Das medizinische Interesse an Sexualität wurde lange in erster Linie mit Fortpflanzung verbunden. Das Verhindern und Heilen von Komplikationen und Krankheiten bei der Empfängnis, Schwangerschaft und Geburt stand hier im Vordergrund. Evolutionstheoretisch gesehen soll Fortpflanzung vor allem das Fortbestehen der Gattung garantieren. Bei jedem Menschen hat Sexualität jedoch viele individuelle Facetten und ist intensiv mit den Begriffen Erotik und Liebe besetzt, wobei die Fortpflanzung heute eher in den Hintergrund tritt.

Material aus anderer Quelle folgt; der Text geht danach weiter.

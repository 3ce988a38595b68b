"""The ribbon: one cell a beat in time order.

A rejected beat is a full cell with the capital letter of its reason, a flagged one an open cell with the small letter, an accepted one
a pale cell with a dot; no verdict is told by colour alone.
"""

from __future__ import annotations

from dataclasses import dataclass
from typing import TYPE_CHECKING

from flows.reports.figures import Data, element, figure, label, line
from flows.reports.wording import counted, is_number, listing, number

if TYPE_CHECKING:
    from markupsafe import Markup

    from flows.reports.reasons import Reasons

MARGIN = 62


@dataclass(frozen=True, slots=True)
class _Layout:
    """Cells in a row, their size and what lies between them, in px."""

    in_row: int
    width: int
    height: int
    pitch: int
    row: int


_ROOMY = _Layout(in_row=39, width=19, height=24, pitch=22, row=38)
_DENSE = _Layout(in_row=50, width=15, height=17, pitch=17, row=27)
_MANY = 156


def ribbon(run: Data, reasons: Reasons, name: str) -> Markup | None:
    """Return the ribbon of one run, or None for a run without beats; ``name`` prefixes its ids."""
    beats = run.get("beats") or ()
    if not beats:
        return None
    layout = _DENSE if len(beats) > _MANY else _ROOMY
    rows = -(-len(beats) // layout.in_row)
    linked: set[str] = set()
    parts: list[Markup] = []
    for row in range(rows):
        chunk = beats[row * layout.in_row : (row + 1) * layout.in_row]
        top = 2 + row * layout.row
        start = chunk[0].get("start_s")
        parts.append(
            label(
                MARGIN - 10, top + layout.height / 2 + 4, f"{start:.0f} s" if is_number(start) else "", anchor="end", class_="label quiet"
            )
        )
        for place, beat in enumerate(chunk):
            parts.append(_cell(run, beat, reasons, (MARGIN + place * layout.pitch, top), layout, linked))
    accepted = sum(beat.get("verdict") == "accepted" for beat in beats)
    counts = f"{counted(len(beats), 'beat')}, {accepted} accepted and {len(beats) - accepted} rejected"
    return figure(
        name,
        f"Beats of {run['run']} in time order",
        f"{counts}; every cell tells its beat and its reasons.",
        (MARGIN + min(len(beats), layout.in_row) * layout.pitch + 2, rows * layout.row),
        *parts,
        role="group",
    )


def cell_words(run: Data, beat: Data, reasons: Reasons) -> str:
    """Return the whole text of a cell: beat, time, verdict and why."""
    mark = reasons.mark(str(run["run"]), int(beat["beat"]))
    words = f"Beat {beat['beat']} at {number(beat.get('start_s'), 4)} s: {beat.get('verdict')}"
    if mark.rejected_by:
        words += f" by {listing(mark.rejected_by)}"
    if mark.flagged_by:
        words += f"; flagged by {listing(mark.flagged_by)}"
    return words + ("; in the preload window" if beat.get("in_window") else "")


def _cell(run: Data, beat: Data, reasons: Reasons, place: tuple[float, float], layout: _Layout, linked: set[str]) -> Markup:
    left, top = place
    mark = reasons.mark(str(run["run"]), int(beat["beat"]))
    rejected = beat.get("verdict") != "accepted"
    kind = "rejected" if rejected else "flagged" if mark.flagged_by else "accepted"
    check = next(iter(mark.rejected_by if rejected else mark.flagged_by), None)
    words = cell_words(run, beat, reasons)
    sign = (reasons.letter_of(check) if rejected else reasons.letter_of(check).lower()) if check else "?" if rejected else "\u00b7"
    parts = [
        element("title", words),
        element("rect", x=left, y=top, width=layout.width, height=layout.height, rx=2, class_="cell"),
        label(left + layout.width / 2, top + layout.height / 2 + 4.5, sign, anchor="middle", class_="sign"),
    ]
    if beat.get("in_window"):
        below = top + layout.height + 4
        parts.append(line((left - 1.5, below), (left + layout.pitch - 1.5, below), "window-line"))
    if check is None or not reasons.by_check[check].findings:
        return element("g", *parts, class_=f"beat {kind}", role="img", aria_label=words)
    tab = "-1" if check in linked else None
    linked.add(check)
    return element("a", *parts, href=f"#{reasons.by_check[check].anchor}", class_=f"beat {kind}", aria_label=words, tabindex=tab)


def legend_cell(kind: str, sign: str) -> Markup:
    """Return one cell for the legend, drawn like those of the ribbon (``kind``: accepted, flagged, rejected or window)."""
    shown = "accepted" if kind == "window" else kind
    parts = [
        element("rect", x=1, y=1, width=_ROOMY.width, height=_ROOMY.height, rx=2, class_="cell"),
        label(1 + _ROOMY.width / 2, 17.5, sign, anchor="middle", class_="sign"),
    ]
    if kind == "window":
        parts.append(line((0, _ROOMY.height + 5), (_ROOMY.width + 2, _ROOMY.height + 5), "window-line"))
    return element(
        "svg",
        element("g", *parts, class_=f"beat {shown}"),
        width=_ROOMY.width + 2,
        height=_ROOMY.height + 8,
        viewBox=f"0 0 {_ROOMY.width + 2} {_ROOMY.height + 8}",
        aria_hidden="true",
    )
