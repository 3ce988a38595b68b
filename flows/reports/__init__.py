"""Pages of a night and of each acquisition, drawn from plain data; they need no server, no network and no script."""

Eine der schönsten Erklärungen dafür, wie Eros und Begehren in die Welt gekommen sind, gibt der griechische Philosoph Platon (427–347 v. Chr.) in seinem Werk ‹Symposium›. Er schildert darin den Urmenschen als Kugel mit vier Beinen und Händen und zwei Gesichtern. Dieser Kugelmensch war sowohl männlich als auch weiblich und kannte kein sexuelles Begehren. Erst als der Göttervater Zeus aus Ärger über den Übermut des Kugelmenschen diesen entzweite, erwachte die Sehnsucht nach dem anderen, nach der passenden ‹anderen› Hälfte. Eros war geboren, ebenso die Zweigeschlechtlichkeit – und die Sehnsucht nach Zweisamkeit.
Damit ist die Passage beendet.